We take a systematic approach to descriptive macroeconomic analysis. There are many sets of information that have value, especially when compared to lagging, noisy, and heavily revised data, like GDP and nonfarm payrolls. Our activity indices do the work of tracking where the US economy stands in real-time, at a daily frequency, updating the index precisely on the date when new data comes out. We use our activity indices to systematically monitor:

The scale of economic growth, acceleration, and inflection (the "rate of change in acceleration"). Each of these is critical for describing the economic activity patterns with the appropriate scale of nuance. Right now our indices reveal that US economic growth is (1) still meaningfully positive, (2) slowing down, but also (3) stabilizing around a still-positive growth rate.

Different data types, including inflation-adjusted "real" economic data, current dollar "nominal" economic data, and "soft" survey data. We also split out our indices across these data types to give a clean understanding of how much "soft" data diverges from "hard" data and how much inflation might be causing divergence between nominal and inflation-adjusted measures of economic growth.
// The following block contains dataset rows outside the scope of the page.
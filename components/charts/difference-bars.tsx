import { View } from 'react-native';
import Svg, { Circle, G, Line, Text as SvgText } from 'react-native-svg';
import type { ShotField } from '@/analysis/fields';
import type { HeadToHead } from '@/analysis/head-to-head';
import type { UnitSystem } from '@/analysis/units';
import { fonts } from '@/components/theme';
import { chartColors } from './chart-colors';
import { countWords } from './chart-format';
import { differenceBarsGeometry } from './difference-bars-geometry';

export type DifferenceBarsProps = {
  /** SessionAnalysis.headToHead (or compareBuilds' result). */
  headToHead: Pick<HeadToHead, 'fields'>;
  /** The fields to show, in order, e.g. ['carry', 'offline', 'ballSpeed', 'spinRate']. */
  fields: readonly ShotField[];
  /** Display names of builds A and B. */
  labelA: string;
  labelB: string;
  units: UnitSystem;
  /** The chart's width in px (measure it with onLayout). */
  widthPx: number;
};

const small = { fontFamily: fonts.regular, fontSize: 11, fill: chartColors.axisText } as const;

/** A forest plot of A − B per field with 95% intervals; intervals clear of zero drawn in ink. */
export function DifferenceBars({ headToHead, fields, labelA, labelB, units, widthPx }: DifferenceBarsProps) {
  const g = differenceBarsGeometry({ headToHead, fields, units, widthPx });
  const { plot } = g;
  const clear = g.rows.filter((r) => r.clear).length;
  const summary = `${labelA} minus ${labelB}: ${countWords(g.rows.length, 'field')}, ${clear} clear of zero`;
  return (
    <View accessible accessibilityRole="image" accessibilityLabel={summary}>
      <Svg width={g.widthPx} height={g.heightPx}>
        <SvgText {...small} x={plot.left} y={14}>{`\u2190 more for ${labelB}`}</SvgText>
        <SvgText {...small} x={plot.right} y={14} textAnchor="end">{`more for ${labelA} \u2192`}</SvgText>
        {g.rows.map((r) => {
          const color = r.clear ? chartColors.clear : chartColors.unclear;
          return (
            <G key={r.field} testID="difference-row">
              <Line x1={plot.left} x2={plot.right} y1={r.top} y2={r.top} stroke={chartColors.grid} strokeWidth={0.5} />
              <SvgText fontFamily={fonts.semibold} fontSize={13} fill={chartColors.text} x={plot.left} y={r.labelY}>{r.label}</SvgText>
              <SvgText fontFamily={r.clear ? fonts.semibold : fonts.regular} fontSize={12} fill={color} x={plot.right} y={r.labelY} textAnchor="end">
                {`${r.valueText} · ${r.verdict}`}
              </SvgText>
              <Line x1={g.zeroX} x2={g.zeroX} y1={r.barY - 12} y2={r.barY + 12} stroke={chartColors.targetLine} strokeWidth={1} />
              <Line x1={r.lowX} x2={r.highX} y1={r.barY} y2={r.barY} stroke={color} strokeWidth={r.clear ? 3 : 2} />
              <Line x1={r.lowX} x2={r.lowX} y1={r.barY - 6} y2={r.barY + 6} stroke={color} strokeWidth={2} />
              <Line x1={r.highX} x2={r.highX} y1={r.barY - 6} y2={r.barY + 6} stroke={color} strokeWidth={2} />
              <Circle cx={r.diffX} cy={r.barY} r={5} fill={r.clear ? color : chartColors.background} stroke={color} strokeWidth={2} />
              <SvgText {...small} x={g.zeroX} y={r.barY + 22} textAnchor="middle">0</SvgText>
              <SvgText {...small} x={plot.left} y={r.barY + 20}>{r.rangeLabels[0]}</SvgText>
              <SvgText {...small} x={plot.right} y={r.barY + 20} textAnchor="end">{r.rangeLabels[1]}</SvgText>
            </G>
          );
        })}
      </Svg>
    </View>
  );
}
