/** Grid and label steps the charts use, in display units: 10 first, then coarser. */
export const GRID_STEPS = [10, 20, 50, 100, 200, 500, 1000] as const;

/**
 * The finest step of `steps` whose lines lie at least `minPx` apart at `pxPerUnit`. O(steps).
 * Returns the coarsest step when none is wide enough.
 * @example stepForSpacing(2, 18) // => 10 (20 px apart)
 */
export function stepForSpacing(pxPerUnit: number, minPx: number, steps: readonly number[] = GRID_STEPS): number {
  for (const step of steps) if (step * pxPerUnit >= minPx) return step;
  return steps[steps.length - 1];
}

/**
 * The multiples of `step` in [lo, hi] (ends included within a 1e-9 relative slack). O(count).
 * @throws RangeError when step is not positive or the range is not finite
 * @example ticksEvery(143, 171, 10) // => [150, 160, 170]
 */
export function ticksEvery(lo: number, hi: number, step: number): number[] {
  if (!(step > 0) || !Number.isFinite(lo) || !Number.isFinite(hi)) throw new RangeError('ticksEvery needs a finite range and a positive step');
  const slack = 1e-9 * Math.max(1, Math.abs(lo), Math.abs(hi));
  const first = Math.ceil((lo - slack) / step);
  const last = Math.floor((hi + slack) / step);
  const out: number[] = [];
  for (let i = first; i <= last; i++) out.push(i * step === 0 ? 0 : i * step);
  return out;
}

/** Whether `value` is a multiple of `step` (for choosing which grid lines carry labels). */
export function isMultipleOf(value: number, step: number): boolean {
  const r = Math.abs(value / step - Math.round(value / step));
  return r < 1e-9;
}
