import { View } from 'react-native';
import Svg, { Path } from 'react-native-svg';
import { AppText } from '@/components/ui/app-text';
import { colors, space } from '@/components/theme';
import type { MarkerShape } from './chart-types';
import { markerPath } from './marker-path';

export type LegendItem = { key: string; label: string; color: string; shape?: MarkerShape; hollow?: boolean; faded?: boolean; dashed?: boolean };

type ChartLegendProps = { items: readonly LegendItem[] };

/** A wrapping row of legend entries: a small marker (or a dashed line) and its words. */
export function ChartLegend({ items }: ChartLegendProps) {
  return (
    <View style={{ flexDirection: 'row', flexWrap: 'wrap', columnGap: space.lg, rowGap: space.xs, paddingTop: space.sm }}>
      {items.map((item) => (
        <View key={item.key} style={{ flexDirection: 'row', alignItems: 'center', gap: space.xs }}>
          <Svg width={18} height={14} accessibilityElementsHidden importantForAccessibility="no">
            {item.dashed ? (
              <Path d="M1,7H17" stroke={item.color} strokeWidth={2} strokeDasharray="4 3" />
            ) : (
              <Path
                d={markerPath(item.shape ?? 'circle', 9, 7, 5)}
                fill={item.hollow ? colors.surface : item.color}
                stroke={item.color}
                strokeWidth={1.5}
                opacity={item.faded ? 0.3 : 1}
              />
            )}
          </Svg>
          <AppText variant="caption">{item.label}</AppText>
        </View>
      ))}
    </View>
  );
}
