import { storedUploadFile } from '@/components/import/text-request';

describe('storedUploadFile', () => {
  it('storedUploadFile, text with a degree sign, is a file of that name and its UTF-8 byte length', () => {
    // "°" (U+00B0) takes two bytes in UTF-8 (RFC 3629, 2003, section 3: U+0080..U+07FF → 2 bytes).
    const file = storedUploadFile('Club,Loft\n56°,56\n', 'wedges.csv');
    expect(file.name).toBe('wedges.csv');
    expect(file.size).toBe('Club,Loft\n56°,56\n'.length + 1);
    expect(file.type).toBe('text/csv');
  });
});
Different sectors of critical cyclical relevance, including manufacturing, housing, services, consumer-facing, and the labor market. We systematically account for sectoral relevance, and not just in terms of alleged share of GDP. We pay keen attention to sectoral contributions to output and employment volatility, which often can be understated by looking solely at GDP shares.

Different degrees of data noise, with some indicators requiring longer (weighted) moving averages and growth rates relative to others.
Different degrees of data timeliness depending on (1) when the data is released relative to its observation period, (2) the degree of filtering needed to smooth out data noise, and (3) the degree to which data can be retrospectively revised.